_TASK GOAL:_
Please determine the number of lines in the material below that contain the word "benchtool", and state it alone.

_INFORMATION PROVIDED:_
################

"""A part of a long record that stands for all of it: contiguous runs spread over its length."""

from __future__ import annotations

from collections.abc import Iterator

import numpy as np

from benchtool.model.arrays import FloatArray
from benchtool.model.capture import Samples, Waveform
from benchtool.timing.rows import Codes

N_RUNS = 64
RUN = 1 << 12
"""Samples in a run: together a quarter million, from which a mean is good to a code's 1/500."""

_READ_ON = 1 << 16  # samples between two runs that are read over rather than sought anew
_GOLDEN = 0.6180339887498949


def sample_runs(waveform: Waveform) -> tuple[FloatArray, ...]:
    """Return contiguous runs of a record, in volts; missing samples are left out.

    Args:
        waveform: The trace, longer than all runs together.
    """
    wanted = _places(waveform)
    found: list[FloatArray] = []
    for start, stop in _extents(wanted):
        inside = [place for place in wanted if start <= place[0] < stop]
        found += _cut(waveform.samples, (start, stop), inside)
    gain, offset = waveform.scale.gain, waveform.scale.offset
    runs = (_present(run) * gain + offset for run in found)
    return tuple(run for run in runs if run.size)


def _present(values: FloatArray) -> FloatArray:
    """Return the samples that are there."""
    there = np.isfinite(values)
    return values if there.all() else values[there]


def _places(waveform: Waveform) -> list[tuple[int, int]]:
    """Return where the runs begin and end; a run that meets the end of a span is cut there.

    One lies in each of as many equal parts of the record, at a place that varies so that they
    cannot beat with the signal.
    """
    length = np.array([span.stop - span.start for span in waveform.spans])
    until = np.cumsum(length)
    part = int(until[-1]) / N_RUNS
    places: list[tuple[int, int]] = []
    for k in range(N_RUNS):
        at = int(k * part + (k * _GOLDEN % 1.0) * (part - RUN))
        end = at + RUN
        while at < end:
            i = int(np.searchsorted(until, at, side="right"))
            shift = waveform.spans[i].start - int(until[i] - length[i])
            stop = min(end, int(until[i]))
            places.append((at + shift, stop + shift))
            at = stop
    return places


def _extents(places: list[tuple[int, int]]) -> list[tuple[int, int]]:
    """Join places that lie close, since reading on costs less than opening a file again."""
    joined: list[tuple[int, int]] = []
    for start, stop in places:
        if joined and start - joined[-1][1] <= _READ_ON:
            joined[-1] = (joined[-1][0], stop)
        else:
            joined.append((start, stop))
    return joined


def _cut(
    samples: Samples, extent: tuple[int, int], places: list[tuple[int, int]]
) -> Iterator[FloatArray]:
    """Yield the samples at the places, all of which lie in the extent."""
    parts: list[list[Codes]] = [[] for _ in places]
    first = extent[0]
    for block in samples.blocks(*extent):
        for (start, stop), part in zip(places, parts, strict=True):
            if start < first + block.size and stop > first:
                part.append(block[max(0, start - first) : stop - first])
        first += block.size
    for part in parts:
        if part:
            yield np.concatenate(part).astype(np.float64)
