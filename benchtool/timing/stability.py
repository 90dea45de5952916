"""Frequency stability over averaging times: the overlapping Allan deviation."""

from __future__ import annotations

import math

import numpy as np

from benchtool.model.arrays import FloatArray
from benchtool.model.timing import Intervals, StabilityPoint
from benchtool.uncertainty import COVERAGE, chi_square_quantile, whole_dof

_LEAST = 3


def overlapping_adev(phase: FloatArray, tau0: float, m: int) -> float:
    """Return the overlapping Allan deviation at the averaging time ``m*tau0``.

    Args:
        phase: Time errors in seconds at even spacing, shape (n,), n > 2m.
        tau0: Spacing in seconds.
        m: Averaging factor, at least 1.

    References:
        NIST SP 1065 (2008), equation (11), page 16.
    """
    second = phase[2 * m :] - 2 * phase[m:-m] + phase[: -2 * m]
    return math.sqrt(float(second @ second) / (2 * second.size)) / (m * tau0)


def degrees_of_freedom(n: int, m: int) -> float:
    """Return the equivalent degrees of freedom of the overlapping Allan variance.

    The white-frequency case is taken, which is an oscillator whose timing noise accumulates.

    Args:
        n: Number of phase points.
        m: Averaging factor.

    References:
        NIST SP 1065 (2008), table 5 "edf approximations", white FM:
        [3(n-1)/(2m) - 2(n-2)/n]·4m²/(4m²+5) (table number from memory).
    """
    edf = (3 * (n - 1) / (2 * m) - 2 * (n - 2) / n) * 4 * m * m / (4 * m * m + 5)
    return max(1.0, edf)


def measure_stability(intervals: Intervals) -> tuple[StabilityPoint, ...]:
    """Return the overlapping Allan deviation of the period at octave averaging times.

    Args:
        intervals: Intervals of the trace; the longest unbroken succession is used.

    Returns:
        Points with their 95 % interval; none for fewer than three periods.
    """
    start, stop = max(intervals.chains, key=lambda c: c[1] - c[0], default=(0, 0))
    period_s = intervals.period_s[start:stop]
    if period_s.size < _LEAST:
        return ()
    tau0 = float(np.mean(period_s))
    phase = np.concatenate([[0.0], np.cumsum(period_s - tau0)])
    points: list[StabilityPoint] = []
    m = 1
    while 2 * m < phase.size:
        points.append(_point(phase, tau0, m))
        m *= 2
    return tuple(points)


def _point(phase: FloatArray, tau0: float, m: int) -> StabilityPoint:
    adev, edf = overlapping_adev(phase, tau0, m), degrees_of_freedom(phase.size, m)
    high, low = (chi_square_quantile(p, edf) for p in ((1 - COVERAGE) / 2, (1 + COVERAGE) / 2))
    return StabilityPoint(
        tau_s=m * tau0,
        adev=adev,
        lower=adev * math.sqrt(whole_dof(edf) / low),
        upper=adev * math.sqrt(whole_dof(edf) / high),
        n=phase.size - 2 * m,
    )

################

_SOLVED EXERCISE:_
7